Flippin weird. Looks kinda like a baby speed graphic. Wait for Mitica to weigh in on this one...he'll know.


----------



## Mitica100

What you have is a Kodak Recomar model 33, made between 1935 and 1940 by Dr. Nagel-Werk in Stuttgart (as you mentioned). It was pretty popular back then and Kodak wanted to make an entry into the compact folding precision cameras with it. The negative size is 3.75 in. by 4.75 in.

Hope this helps.


----------



## Helen B

Mitica100 said:


> ...The negative size is 3.75 in. by 4.75 in.



I hope that you don't mind me asking, but is that a typo for 3¼ x 4¼? If it is, then Efke are still cutting film to that size, and it is available from Freestyle, I think.

Good luck,
Helen


----------



## Mitica100

Helen B said:


> I hope that you don't mind me asking, but is that a typo for 3¼ x 4¼? If it is, then Efke are still cutting film to that size, and it is available from Freestyle, I think.
> 
> Good luck,
> Helen


 
I rarely take a 7 for a 2 but there it was! Helen, you are absolutely correct. It is a 3.25 by 4.25 inch size. That was a 'get-ready-for-the-coffee-shop' sort of a rushed reply and I did the typo. Thanks for correcting it and I don't mind you ever asking.


----------



## luis_relampago

wow what a beauty! congrats and enjoy. If you decide to take pictures with it keep us posted, I would love to see the ending results.


----------



## PhotoMama

Thanks everyone! Just wondering about its age, and origin was driving me nuts! I really dont know what I'm doing to do with it. I dont even know if it works, how do I find out? There isnt exactly a power button or anything,lol. it would be very neat it I could get it to work, considering its nearly 70 years old. If not, than I guess I'll sell it, and someone else who appreciates old camera more than me, might have better luck with it!



I wish there was a way to see all the pictures that have ever been taken with this camera,what a story it would tell.

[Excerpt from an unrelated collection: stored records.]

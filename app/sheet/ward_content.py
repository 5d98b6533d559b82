"""What the ward's page of a handover says: every episode in order of concern, whom to see first, what is due."""

from __future__ import annotations

from collections.abc import Iterator
from dataclasses import replace

from app.look import formats
from app.look.theme import verdict_of, verdict_word
from app.sheet.due_lines import due_short, gases_due, others_due, skin_line
from app.sheet.shapes import WardPage, WardRow
from app.sheet.since_lines import compared_with
from app.sheet.writer import (
    SKIN_OVERDUE,
    SheetWriter,
    is_limited,
    limits_of_care,
    opened,
    quiet_since,
    state_head,
    strength,
)
from app.telling.gas_doubt import rests_on_doubt
from app.telling.headline import headline
from app.telling.language import in_language as tr
from app.telling.presumed import silent_word
from app.ward.ordering import GAS
from app.words import sentence
from app.words.differences import changes_of
from core.figures.shift import ShiftFigures
from core.judgement.response_shapes import ResponseFigure
from core.judgement.shapes import EpisodeFigures, FlagFigure
from core.record.instant import Instant


class WardWriter(SheetWriter):
    """Writes the ward's page."""

    def ward(self, title: str) -> WardPage:
        shift = self._h.shift
        span = formats.span(shift.start, self._h.end, self._reader.zone)
        if shift.end < self._h.end:  # the shift still runs: its figures must not be taken for those of its end
            span += f", as of {self._reader.time(shift.end)}"
        if self._h.as_known_at is not None:  # on every page: a review must never be taken for the handover
            span += tr(", as known at {wall}").format(wall=formats.wall(self._h.as_known_at, self._reader.zone))
        ends, quiet = [quiet_since(s) for s in shift.episodes], ""
        if ends and all(at is not None for at in ends):
            last = self._moment(max(at for at in ends if at is not None))
            quiet = tr("nothing logged since {moment}").format(moment=last)
        return WardPage(
            title, tr("Shift {span}").format(span=span), self._see_first(),
            tuple(self._ward_row(n, s) for n, s in enumerate(shift.episodes, 1)),
            tuple(gases_due(shift.episodes, self._reader)), tuple(self._ward_missing()),
            skin_line(shift.episodes, self._reader), quiet,
            tuple(others_due(shift.episodes, self._reader)), compared_with(self._h.handed, self._reader),
        )  # fmt: skip

    def _see_first(self) -> str:
        first = self._h.shift.first
        if not self._h.shift.episodes:
            return tr("No episode: nothing is logged, so nothing is judged.")
        if first is None or first.now.concern.why is None:
            return tr("No episode stands out: no open flag, nothing overdue.")
        return f"{first.now.label}: {sentence(first.now.concern.why, self._reader)}"

    def _ward_row(self, number: int, s: ShiftFigures) -> WardRow:
        f, p = s.now, s.now.profile
        shown = sorted((x for x in s.flags_open if x.strongest), key=strength)
        strong = [x for x in shown if x.tier != "remark"]
        remarks = [x for x in shown if x.tier == "remark" and x.marker != SKIN_OVERDUE]  # summed under what is due
        return WardRow(
            number, f.label, self._who(f), shown[0].tier if shown else "", self._standing(f),
            self._change_of_state(s), self._support_short(f), self._latest_response(f),
            tuple(self._flag_line(x) for x in strong), "; ".join(self._remark(x) for x in remarks),
            "; ".join(due_short(d, self._reader) for d in s.due),
            limits_of_care(p), f.support.ended_at is not None, self._action(s), _sign(f), is_limited(p),
        )  # fmt: skip

    def _action(self, s: ShiftFigures) -> str:
        """The plan and the newest call, where a flag asks for a senior or a gas is overdue."""
        escalate = any(x.tier == "escalate" for x in s.flags_open)
        if not escalate and not any(d.what in GAS and d.state == "overdue" for d in s.due):
            return ""
        plan = str(s.now.profile.get("plan") or tr(formats.ABSENT)).rstrip(".")
        called = self._calls(s)[-1] if s.told or s.told_before else tr(formats.ABSENT)
        return tr("Plan: {plan}. Told: {told}.").format(plan=plan, told=called.rstrip("."))

    def _support_short(self, f: EpisodeFigures) -> str:
        """Support and oxygen as short as a ward's list needs them."""
        s = f.support
        if s.ended_at is not None:
            return self._support_now(f)
        if s.break_since is not None:
            return tr("OFF THE MASK since {clock}").format(clock=self._clock(s.break_since))
        pressure = ""
        if s.ipap_cmH2O is not None and s.epap_cmH2O is not None:
            pressure = f" {formats.trimmed(s.ipap_cmH2O)}/{formats.trimmed(s.epap_cmH2O)} cmH2O"
        elif s.epap_cmH2O is not None:
            pressure = f" {formats.trimmed(s.epap_cmH2O)} cmH2O"
        support = s.pressure_support_cmH2O if s.ipap_cmH2O is not None else None
        more = f" (PS {formats.trimmed(support)})" if support is not None else ""
        told = f"{s.mode or 'mode not recorded'}{pressure}{more}, {self._lines.oxygen(s)}"
        silence = silent_word(s, self._reader.zone)
        return f"{told}; {silence}" if silence else told

    def _change_of_state(self, s: ShiftFigures) -> str:
        before, after = s.state_before, s.state_after
        if s.began and after:
            return tr("support started this shift")
        if not before or not after or before == after:
            return ""
        told = tr("{before} before, now {now}")
        return told.format(before=state_head(before).lower(), now=state_head(after).lower())

    def _latest_response(self, f: EpisodeFigures) -> str:
        judged = [r for r in f.responses if r.headline not in ("not yet known", "not judged")]
        waiting = f.responses[-1] if f.responses and f.responses[-1].headline == "not yet known" else None
        text = ""
        if judged:
            r = judged[-1]
            anchor = tr("support started") if r.anchor == "start" else self._lines.anchor(r)
            text = f"{self._moment(r.anchor_at)} {anchor}. {opened(self._lines.of(f).verdict(r, brief=True))}"
            text += self._lost_later(f, r)
        if waiting is not None:
            text += tr(" Change of {moment}: response not yet known.").format(moment=self._moment(waiting.anchor_at))
        summed = self._since_start(f, judged[-1].headline_gas_at if judged else None)
        waits = text.strip() or tr("No response judged yet.")
        return f"{waits} {summed}" if summed else waits

    def _since_start(self, f: EpisodeFigures, told: Instant | None) -> str:
        """What the newest gas says against the start, where it is newer than the gas of the verdict that is told: a
        change without a baseline hides neither a drift nor that nothing has changed."""
        compared = [g for r in f.responses for g in r.gases if g.since_start.verdict is not None]
        newest = max(compared, key=lambda g: g.at, default=None)
        if newest is None or (told is not None and newest.at <= told):
            return ""
        since = newest.since_start
        against = replace(newest, delta_ph=since.delta_ph, delta_paco2_mmHg=since.delta_paco2_mmHg,
                          delta_pf_mmHg=since.delta_pf_mmHg)  # fmt: skip
        by = ", ".join(changes_of(against, self._reader))
        doubt = any(g.at == newest.at and rests_on_doubt(g) for g in f.gases)
        word = verdict_word(verdict_of(str(since.verdict))) + (tr(" (doubtful value)") if doubt else "")
        said = tr("Since the start {verdict}: {by} (gas of {moment}).")
        return said.format(verdict=word, by=by, moment=self._moment(newest.at))

    def _lost_later(self, f: EpisodeFigures, told: ResponseFigure) -> str:
        """What a newer gas than that of the verdict has lost."""
        if not f.now.since_start_gain_lost:
            return ""
        newest = max(
            (g for r in f.responses for g in r.gases if g.since_start.gain_lost), key=lambda g: g.at, default=None
        )
        if newest is None or newest.at <= (told.headline_gas_at or 0):
            return ""
        return f" {self._lines.of(f).loss(newest)}".rstrip()

    def _flag_line(self, f: FlagFigure) -> str:
        return f"{tr(f.tier).upper()} {self._remark(f)}"

    def _ward_missing(self) -> Iterator[str]:
        """What nobody recorded and the next shift will ask for."""
        for channel, word in (("handover_remark", tr("handover remark")), ("plan", "plan"),
                              ("ceiling_of_care", tr("ceiling of care")),
                              ("resuscitation", tr("resuscitation decision"))):  # fmt: skip
            without = [s.now.label for s in self._h.shift.episodes
                       if not s.now.profile.get(channel) and s.now.support.ended_at is None]  # fmt: skip
            if without and len(without) == len(self._h.shift.episodes):
                yield tr("No {word} recorded for any episode.").format(word=word)
            elif without:
                yield tr("No {word} recorded: {those}.").format(word=word, those=", ".join(without))


def _sign(f: EpisodeFigures) -> str:
    told = headline(f)
    return told.sign.value if told is not None else ""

Its so strange to think about this camera taking pictures of people during World War II, and the depression! Thanks again for the info.


----------



## Joxby

You can either download or open a pdf of the camera manual...

here
 
it might help you decide if its operable or not..


----------



## Alpha

Send it to me...I'll tell you if it's operable.


----------



## nealjpage

MaxBloom said:


> Send it to me...I'll tell you if it's operable.



Always the altruist, Max!


----------



## IanG

I've been compiling data on these Kodak (Nagel) and other Avus type 9x12cm cameras. I have two myself, a Rodenstock and an Orion Werks

Your camera is unusual because unlike all the other German 9x12's it has a range-finder.

Without trying the camera and seeing the results its difficult to guess how good your lens is, Kodak Nagel 9x12's were also fitted with Zeiss Tessr's and Schneider Xenars, and cheaper versions with a Nagel Laudar.

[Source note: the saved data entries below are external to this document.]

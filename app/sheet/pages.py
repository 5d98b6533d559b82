"""Lays out the pages of a handover: what stands where, and how it is made to fit."""

from __future__ import annotations

from collections.abc import Iterator
from dataclasses import dataclass, replace

from app.formats import ABSENT
from app.sheet.blocks import (
    Block,
    Column,
    Facts,
    Heading,
    RuledBox,
    Signatures,
    Table,
    Text,
    TierMark,
    draw_all,
    height_of,
)
from app.sheet.chart_print import ChartBlock
from app.sheet.gas_table import HEADINGS, GasRow
from app.sheet.press import BODY, SMALL, STRONG, Align, Press
from app.sheet.shapes import EpisodePage, FlagLine

SCALES = (1.0, 0.96, 0.92, 0.88, 0.84, 0.8, 0.77, 0.74)
LEAST_CHART, GOOD_CHART, MOST_CHART = 118.0, 150.0, 215.0
_SMALL_PRINT = 0.86
"""Print is made this small before the chart is made less high."""
_CHART_KEY = "grey bands: pH 7.35 to 7.45, SpO2 target; dashed: changes; hollow: doubtful"
_FEWEST_CHANGES = 4
_FEWEST_GASES = 3
_HIDDEN_EVIDENCE = "Evidence: see the record."


@dataclass(frozen=True, slots=True)
class Fitted:
    """An episode's page as it fits: its scale, its blocks above and under the chart, and the chart's height.

    `overflow` holds blocks for a second page; it is empty unless nothing else made it fit.
    """

    scale: float
    upper: tuple[Block, ...]
    chart: ChartBlock
    lower: tuple[Block, ...]
    remark: RuledBox
    overflow: tuple[Block, ...] = ()


@dataclass(frozen=True, slots=True)
class Room:
    """The room of a page: width and height in points, the unit of gas pressures, and who signs."""

    width: float
    height: float
    unit: str
    signed: Signatures


def fit_episode(page: EpisodePage, press: Press, room: Room) -> Fitted:
    """Make an episode's page fit: the largest scale that does, then fewer of the oldest rows, then two pages.

    An open flag is never left out.
    """
    for scale in SCALES:
        fitted = _at_scale(page, press.at_scale(scale), room)
        if fitted is not None:
            return fitted
    smallest = press.at_scale(SCALES[-1])
    while (fewer := _fewer(page)) is not None:
        page = fewer
        fitted = _at_scale(page, smallest, room)
        if fitted is not None:
            return fitted
    return _on_two_pages(page, smallest, room)


def _at_scale(page: EpisodePage, press: Press, room: Room) -> Fitted | None:
    upper, lower, remark = tuple(upper_blocks(page)), tuple(lower_blocks(page, room.unit)), RuledBox(page.remark)
    left = room.height - height_of((*upper, *lower), press, room.width) - _end_height(remark, press, room)
    if left < (GOOD_CHART if press.scale > _SMALL_PRINT else LEAST_CHART):
        return None
    return Fitted(press.scale, upper, ChartBlock(page.chart, min(left, MOST_CHART)), lower, remark)


def _end_height(remark: RuledBox, press: Press, room: Room) -> float:
    """The remark with its heading, and the lines to sign."""
    return height_of((Heading("Remark"), remark, room.signed), press, room.width)


def _on_two_pages(page: EpisodePage, press: Press, room: Room) -> Fitted:
    upper, lower, remark = tuple(upper_blocks(page)), tuple(lower_blocks(page, room.unit)), RuledBox(page.remark)
    left = room.height - height_of(upper, press, room.width) - LEAST_CHART - _end_height(remark, press, room)
    kept = 0
    while kept < len(lower) and height_of(lower[: kept + 1], press, room.width) <= left:
        kept += 1
    while kept and isinstance(lower[kept - 1], Heading):
        kept -= 1
    return Fitted(press.scale, upper, ChartBlock(page.chart, LEAST_CHART), lower[:kept], remark, lower[kept:])


def _fewer(page: EpisodePage) -> EpisodePage | None:
    """The page with a little less that the record holds anyway; None where nothing may go. It is said."""
    if len(page.to_check) > 1:
        return replace(page, to_check=page.to_check[:-1], left_out_checks=page.left_out_checks + 1)
    closed = [f for f in page.flags if not f.is_open]
    if closed:
        flags = tuple(f for f in page.flags if f is not closed[-1])
        return replace(page, flags=flags, left_out_flags=page.left_out_flags + 1)
    weaker = [f for f in page.flags if not f.is_strongest and f.evidence != _HIDDEN_EVIDENCE]
    if weaker:
        flags = tuple(replace(f, evidence=_HIDDEN_EVIDENCE) if f is weaker[-1] else f for f in page.flags)
        return replace(page, flags=flags, left_out_evidence=page.left_out_evidence + 1)
    if len(page.changes) > _FEWEST_CHANGES:
        return replace(page, changes=page.changes[1:], left_out_changes=page.left_out_changes + 1)
    if len(page.gases) > _FEWEST_GASES:
        return replace(page, gases=page.gases[1:], left_out_gases=page.left_out_gases + 1)
    return None


def upper_blocks(page: EpisodePage) -> Iterator[Block]:
    """What stands over the chart: facts, settings now, changes with their responses."""
    yield Facts(page.facts)
    yield Heading("Settings now")
    yield Text(page.settings, STRONG)
    yield Text(page.leak)
    yield Heading("Changes this shift and their responses", _left_out(page.left_out_changes, "earlier change"))
    if page.changes:
        columns = (Column("When", 11), Column("What", 40), Column("What it did", 60))
        rows = [(c.at, c.what, c.response) for c in page.changes]
        yield Table(columns, rows)
    else:
        yield Text("No change of settings recorded this shift.")
    yield Heading("The shift on one clock", _CHART_KEY)


def lower_blocks(page: EpisodePage, unit: str) -> Iterator[Block]:
    """What stands under the chart: gases, leak, flags, due, care, plan."""
    units = f"Gases (pressures in {unit}; HCO3 in mmol/L, c: calculated)"
    yield Heading(units, _left_out(page.left_out_gases, "gas"))
    if page.gases:
        yield gas_table(page.gases)
    else:
        yield Text("No gas recorded this shift or before it.")
    yield Heading("Flags", _left_out(page.left_out_flags, "settled flag"))
    if page.flags:
        for flag in page.flags:
            yield from flag_blocks(flag)
    else:
        yield Text("No flag was open or raised this shift.")
    yield Heading("Due in the next 4 h")
    yield from [Text(d) for d in page.due] or [Text("Nothing is due.")]
    yield Heading("Plan and care")
    told = "; ".join(page.told) or ABSENT
    yield Facts((("Plan", page.plan), ("Jobs not done", page.jobs), ("Told", told), *page.care), 2)
    if page.to_check:
        yield Heading("To check", _left_out(page.left_out_checks, "more"))
        yield from (Text(t, SMALL) for t in page.to_check)


def flag_blocks(flag: FlagLine) -> Iterator[Block]:
    """One flag: its head, evidence and source."""
    tier, _, head = flag.head.partition(" ")
    if flag.evidence == _HIDDEN_EVIDENCE:
        yield TierMark(tier.lower(), f"{head}. {flag.evidence}", BODY)
        return
    yield TierMark(tier.lower(), head, STRONG if flag.is_open else BODY)
    yield Text(f"{flag.evidence} {flag.source}".strip(), SMALL, 59)


def gas_table(gases: tuple[GasRow, ...]) -> Table:
    """The gases with their differences."""
    shares = (8, 6, 17, 17, 9, 9, 8, 9, 22, 33)
    right = {2, 3, 4, 5, 6, 7}
    columns = [Column(h, s, Align.RIGHT if n in right else Align.LEFT)
               for n, (h, s) in enumerate(zip(HEADINGS, shares, strict=True))]  # fmt: skip
    rows = [
        (g.at, g.site, _with(g.ph, g.delta_ph), _with(g.paco2, g.delta_paco2), g.pao2, g.hco3, g.pf, g.fio2,
         g.state + (" (before)" if g.is_before else ""), g.verdict)
        for g in gases
    ]  # fmt: skip
    quiet = frozenset(n for n, g in enumerate(gases) if g.is_before)
    return Table(columns, rows, quiet)


def _with(value: str, delta: str) -> str:
    return f"{value} ({delta})" if delta else value


def _left_out(count: int, what: str) -> str:
    if not count:
        return ""
    plural = what if count == 1 or what == "more" else f"{what}s" if not what.endswith("s") else f"{what}es"
    return f"{count} {plural} not shown: see the record"


def draw_episode(fitted: Fitted, press: Press, x: float, y: float, bottom: float, room: Room) -> None:
    """Draw a fitted page between `y` and `bottom`. The remark's box takes what room is left."""
    at, width = press.at_scale(fitted.scale), room.width
    y = draw_all(fitted.upper, at, x, y, width)
    fitted.chart.draw(at, x, y, width)
    y = draw_all(fitted.lower, at, x, y + fitted.chart.high, width)
    heading = Heading("Remark", "" if fitted.remark.words else "not recorded; room to write by hand")
    heading.draw(at, x, y, width)
    y += heading.height(at, width)
    top_of_signatures = bottom - room.signed.height(at, width)
    fitted.remark.draw_high(at, x, y, width, top_of_signatures - y)
    room.signed.draw(at, x, top_of_signatures, width)


def draw_overflow(fitted: Fitted, press: Press, x: float, y: float, width: float) -> None:
    """Draw what had no room on the episode's first page."""
    draw_all(fitted.overflow, press.at_scale(1.0), x, y, width)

Film is easy to buy in Europe, and I have a few boxes of Foma 200 for mine, but I also have a 6x9 roll film back.

You have *HAD* a good camera and if you have some plate/film holders its worth trying. It should be capable of good high quality images - very definitely on a par with a Speed/Crown Graphic with similar vintage lenses.

Ian


----------



## montresor

Really cool camera! How did you come across it?


----------



## IanG

There are a lot of 9x12 cameras on Ebay all the time. You need to search ebay worldwide as only afew were imported into the US.

They vary mainly by the quality of lens and shutter fitted, a good one sells for about $50-$100, although some sellers ask a lot more for the better Zeiss, Voightlander, Nagel models.

Ian


----------



## shorty6049

that looks like a cool little camera, not to get off your topic or anything, but i got this one for 10 dollars at a camera show last summer-  It looks similar to yours, as it has the focusing track and pop-up viewfinder, dont really know much about this one other than its old and took film that isnt really made anymore...


----------